What the exercise asks: Return each line of the data below that contains the string "safeio".
___ Source records
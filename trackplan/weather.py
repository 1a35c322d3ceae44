"""Weather records: read the files people have into one canonical table.

:func:`read_record` reads a weather record and returns ``(data, meta)``: a
:class:`pandas.DataFrame` with canonical column names in SI units and a
metadata dict. The file format is recognised from its content (gzip is
recognised from its first bytes, whatever the file is called):

======================  ===================================================
``source_format``       what is read
======================  ===================================================
``trackplan-csv``       our own CSV (below), hourly or daily, ``.csv`` or
                        ``.csv.gz``
``tmy3``                US NSRDB typical meteorological year files (TMY3),
                        through :func:`pvlib.iotools.read_tmy3`
``epw``                 EnergyPlus weather files, through
                        :func:`pvlib.iotools.read_epw`
``ghcn-daily-csv``      daily station records in the GHCN-Daily
                        "by_station" CSV layout of the US national climate
                        archive (NOAA NCEI), below
``ghcn-daily-dly``      GHCN-Daily ``.dly`` fixed width
                        (:mod:`trackplan.readers_fixed`)
``isd-lite``            hourly ISD-Lite fixed width (:mod:`trackplan.readers_fixed`)
``cf-netcdf``           a point series from CF-convention NetCDF
                        (:mod:`trackplan.readers_cf`)
======================  ===================================================

Any CSV as published is read with a column mapping (:mod:`trackplan.columns`):
which column holds which quantity, in what unit. Every record passes the
quality checks of :mod:`trackplan.quality`; warnings are
:class:`trackplan.notices.Notice` objects (text with a stable code).

Canonical columns
-----------------
Hourly (or finer) records have a tz-aware :class:`pandas.DatetimeIndex` named
``time`` in the station's fixed *standard-time* offset (never daylight saving
time), made regular: a timestamp missing from the file appears as a row of NaN.

=========================  ===========  ===========================================
column                     unit         notes
=========================  ===========  ===========================================
``air_temperature_C``      [degC]       always present
``ghi_W_m2``               [W/m**2]     global horizontal irradiance, optional
``dni_W_m2``               [W/m**2]     direct normal irradiance, optional
``dhi_W_m2``               [W/m**2]     diffuse horizontal irradiance, optional
``wind_speed_m_s``         [m/s]        at ``meta["wind_height_m"]`` (10 m unless
                                        the file says otherwise), optional
``relative_humidity_pct``  [%]          optional
``cloud_fraction``         [1]          0-1, optional (TMY3/EPW total sky cover)
=========================  ===========  ===========================================

Daily records have a tz-naive, freq-less :class:`pandas.DatetimeIndex` of local
dates named ``date`` (made regular: a missing date is a row of NaN) and the
columns ``tmax_C`` and ``tmin_C`` [degC], optionally ``sunshine_fraction``
(0-1, of the possible sunshine) and ``cloud_fraction`` (0-1, daytime mean).

Timestamp convention (what instant a row's values apply to):

* ``trackplan-csv``: every value applies at its timestamp (instantaneous, or
  a mean centred on it), unless a metadata line ``# irradiance_timing:
  hour-ending`` (or ``hour-beginning``) says that irradiance is the mean of
  the hour ending (beginning) at the timestamp.
* ``tmy3``: pvlib's index, unchanged: the hour *ending* at the timestamp.
  Temperature, humidity and wind are the values at the timestamp;
  irradiance is the mean of the hour ending at it (TMY3 User's Manual,
  Wilcox and Marion 2008).
* ``epw``: pvlib labels EPW hour ``h`` (1-24) with the start of that hour
  (``h - 1``); here the index is moved one hour later, to the *end* of the
  hour, so that temperature and wind are the values at the timestamp
  ("at the time indicated", EnergyPlus Auxiliary Programs, Weather
  Converter) and irradiance is the mean of the hour ending at it, as for TMY3.
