def timeline_figure(result, system: str = "si"):
    """Flagged days of the worst sections on a time line, one row per section."""
    import matplotlib.pyplot as plt
    import numpy as np

    from trackplan.screening import rank_key

    secs = sorted(result.sections, key=rank_key)[:PLOT_SECTIONS_TIMELINE]
    fig, ax = plt.subplots(figsize=(10, 1.2 + 0.32 * max(len(secs), 1)))
    for row, r in enumerate(secs):
        f = r.flagged
        for lev in ("watch", "restrict", "critical", "cold"):
            m = f.level == lev
            if m.any():
                ax.scatter(f.date[m].astype("datetime64[D]").astype("O"), np.full(int(m.sum()), row), marker="|",
                           s=60, color=_LEVEL_COLOUR[lev], label=lev if row == 0 or lev not in
                           ax.get_legend_handles_labels()[1] else None)
        ax.plot([r.first_date, r.last_date], [row, row], color="0.85", lw=0.6, zorder=0)
    ax.set_yticks(range(len(secs)), [r.id for r in secs], fontsize=7)
    ax.invert_yaxis()
    ax.set_xlabel("date")
    more = len(result.sections) - len(secs)
    ax.set_title("Flagged days" + (f" ({len(secs)} worst of {len(result.sections)} sections)" if more > 0 else "")
                 + f"\n{settings_line(result.options, system)}", fontsize=10)
    handles, labels = ax.get_legend_handles_labels()
    uniq = dict(zip(labels, handles))
    if uniq:
        ax.legend(uniq.values(), uniq.keys(), fontsize=7, loc="upper left", bbox_to_anchor=(1.0, 1.0))
    ax.grid(axis="x", alpha=0.3)
    return fig
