def test_one_section_failing_unexpectedly_is_a_problem_of_that_section(tmp_path, monkeypatch):
    from trackplan import assess
    from trackplan.sections import load_sections

    _daily_csv(tmp_path / "good.csv")
    (tmp_path / "n.toml").write_text('[defaults]\nrail = "60E1"\nclimate = "good.csv"\n'
                                     '[sections.A]\nneutral_temperature = "30 degC"\n'
                                     '[sections.B]\nneutral_temperature = "30 degC"\nshade = 0.5\n')
    sf = load_sections(tmp_path / "n.toml")
    real = assess.Assessor.assess

    def flaky(self, section):
        if section.id == "B":
            raise KeyError("boom")
        return real(self, section)

    monkeypatch.setattr(assess.Assessor, "assess", flaky)
    results, problems = assess.Assessor().assess_all(sf.sections)
    assert [a.section.id for a in results] == ["A"]
    assert "[sections.B]" in str(problems[0]) and "internal error KeyError" in str(problems[0])


# --------------------------------------------------------------------------
# Files that hang or exhaust memory
# --------------------------------------------------------------------------


@pytest.mark.parametrize("special", ["/dev/zero", "/dev/urandom", "fifo", "folder"])
def test_non_regular_files_refused_everywhere(run_cli, tmp_path, special):
    if special == "fifo":
        path = tmp_path / "pipe"
        os.mkfifo(path)
    elif special == "folder":
        path = tmp_path
    else:
        path = Path(special)
    for args in (["railtemp", path], BASE_FORCE + ["--profiles-file", path],
                 ["destress", "--job", path], ["check", path]):
        t0 = time.perf_counter()
        out = _one_line_exit_2(run_cli(*args))
        assert time.perf_counter() - t0 < 5
        assert "regular file" in out or "folder" in out


def test_size_and_decompression_caps(tmp_path, monkeypatch):
    p = tmp_path / "bomb.csv.gz"
    p.write_bytes(gzip.compress(b"time,air_temperature [degC]\n" + b"0" * 5_000_000))
    assert p.stat().st_size < 20_000
    monkeypatch.setattr(safeio, "RATIO_FREE_BYTES", 100_000)
    with pytest.raises(InputError, match="expands more than 100 times"):
        weather.read_record(p)
    monkeypatch.setattr(safeio, "RATIO_FREE_BYTES", 10**9)
    monkeypatch.setattr(safeio, "MAX_DECOMPRESSED_BYTES", 1_000_000)
    with pytest.raises(InputError, match="expands to more than"):
        weather.read_record(p)
    monkeypatch.setattr(safeio, "MAX_RECORD_BYTES", 1000)
    with pytest.raises(InputError, match="larger than"):
        weather.read_record(p)


def test_far_off_timestamp_refused_fast(tmp_path):
    p = tmp_path / "h.csv"
    t = np.arange(np.datetime64("2001-01-01T00:00"), np.datetime64("2001-03-01T00:00"), np.timedelta64(1, "h"))
    rows = [f"{x},{5.0:.1f}" for x in t.astype(str)] + ["2999-01-01T00:00,5.0"]
    p.write_text("# timezone: UTC\ntime,air_temperature [degC]\n" + "\n".join(rows) + "\n")
    t0 = time.perf_counter()
    with pytest.raises(InputError, match="far outside the record's span"):
        weather.read_record(p)
    assert time.perf_counter() - t0 < 3


def test_count_of_marks_capped():
    from trackplan import destressing

    with pytest.raises(InputError, match="marks"):
        destressing.plan_destressing(length_m=50_000.0, rail_temperature_C=15.0, target_neutral_C=27.0,
                                     area_m2=76.7e-4, E_Pa=210e9, alpha_per_K=1.15e-5, mark_spacing_m=1.0,
                                     max_pull_length_m=50_000.0)


def test_impossible_paths_refused():
    for bad, words in (("a\x00b", "NUL byte"), ("x" * 300, "longer than"), ("/" + "d/" * 2100, "bytes long")):
        with pytest.raises(InputError, match=words):
            safeio.read_bytes(bad, "f", 1000)


# --------------------------------------------------------------------------
# Unit slips in a record that feeds a verdict
# --------------------------------------------------------------------------


def test_degF_labelled_degC_stops_the_record_unless_confirmed(tmp_path):
    # a cool climate written in degF (maxima below 65, so inside the degC range) but labelled degC
    p = _daily_csv(tmp_path / "f.csv", unit="degC", offset=32.0)
    with pytest.raises(InputError, match=r"tmax.*look like degF") as exc:
        weather.read_record(p)
    assert "f.csv" in str(exc.value) and "units confirmed" in str(exc.value)
    _, meta = weather.read_record(_daily_csv(tmp_path / "g.csv", unit="degC", offset=32.0, confirm=True))
    assert any("confirmed" in w for w in meta["warnings"])
    _, meta = weather.read_record(p, units_confirmed=True)  # a section's climate_units_confirmed
    # a short record (a few weeks) is judged too
    short = tmp_path / "s.csv"
    short.write_text("date,tmax [degC],tmin [degC]\n" + "".join(f"2001-07-{d:02d},62.0,50.0\n" for d in range(1, 21)))
    with pytest.raises(InputError, match="look like degF"):
        weather.read_record(short)


# --------------------------------------------------------------------------
# Output sets
# --------------------------------------------------------------------------


def test_output_set_moved_into_place_as_a_whole(tmp_path):
    out = tmp_path / "out"
    with reports.output_session():
        reports.prepare_out_dir(out)
        reports.write_text(out / "a.txt", "new a")
        reports.write_text(out / "b.txt", "new b")
        assert not (out / "a.txt").exists()  # staged, not yet in place
    assert (out / "a.txt").read_text() == "new a"
    man = json.loads((out / reports.MANIFEST_NAME).read_text())
    assert [f["name"] for f in man["files"]] == ["a.txt", "b.txt"]
    # a run that fails half-way leaves the previous set as it was, and nothing behind
    with pytest.raises(RuntimeError):
        with reports.output_session():
            reports.prepare_out_dir(out)
            reports.write_text(out / "a.txt", "newer a")
            raise RuntimeError("killed")
    assert (out / "a.txt").read_text() == "new a"
    assert sorted(p.name for p in out.iterdir()) == ["a.txt", "b.txt", reports.MANIFEST_NAME]


def test_stale_staging_of_a_killed_run_removed(tmp_path):
    out = tmp_path / "out"
    (out / ".trackplan-staging-999999999-x").mkdir(parents=True)
    (out / ".trackplan-staging-999999999-x" / "check.csv").write_text("half")
    with reports.output_session():
        reports.prepare_out_dir(out)
        reports.write_text(out / "a.txt", "a")
    assert sorted(p.name for p in out.iterdir()) == ["a.txt", reports.MANIFEST_NAME]


def test_safe_names_and_csv_neutralised(tmp_path):
    import pandas as pd

    assert reports.safe_name("NV-101") == "NV-101"
    assert "/" not in reports.safe_name("a/b") and reports.safe_name("a/b") != reports.safe_name("a_b")
    assert len(reports.safe_name("x" * 500)) < 100
    p = reports.write_csv(tmp_path / "t.csv", pd.DataFrame({"id": ["=1+2", "+x", "-y", "@z", "ok"], "v": [-1.5] * 5}))
    back = pd.read_csv(p)
    assert list(back["id"]) == ["'=1+2", "'+x", "'-y", "'@z", "ok"]
    assert list(back["v"]) == [-1.5] * 5  # numbers stay numbers


def test_unwritable_out_refused_before_any_work(run_cli, tmp_path):
    _daily_csv(tmp_path / "good.csv")
    (tmp_path / "n.toml").write_text('[sections.A]\nrail = "60E1"\nclimate = "good.csv"\n'
                                     'neutral_temperature = "30 degC"\n')
    t0 = time.perf_counter()
    out = _one_line_exit_2(run_cli("check", tmp_path / "n.toml", "--out", "/proc/trackplan-out"))
    assert "--out /proc/trackplan-out" in out and "not writable" in out
    assert time.perf_counter() - t0 < 3
    out = _one_line_exit_2(run_cli("check", tmp_path / "n.toml", "--out", "y" * 300))
    assert "longer than 255" in out


# --------------------------------------------------------------------------
# What messages show of a file
# --------------------------------------------------------------------------


def test_messages_quote_only_a_short_excerpt(tmp_path):
    p = tmp_path / "secret"
    p.write_text("S" * 400 + ":hidden:" + "T" * 400 + "\n")
    with pytest.raises(InputError) as exc:
        weather.read_record(p)
    msg = str(exc.value)
    assert "hidden" not in msg and len(msg) < 400


# --------------------------------------------------------------------------
# Messages: fields, files and sections; all problems; encodings
# --------------------------------------------------------------------------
______
Written reply:
    monkeypatch.setattr(safeio, "RATIO_FREE_BYTES", 100_000)
    monkeypatch.setattr(safeio, "RATIO_FREE_BYTES", 10**9)
    monkeypatch.setattr(safeio, "MAX_DECOMPRESSED_BYTES", 1_000_000)
    monkeypatch.setattr(safeio, "MAX_RECORD_BYTES", 1000)
            safeio.read_bytes(bad, "f", 1000)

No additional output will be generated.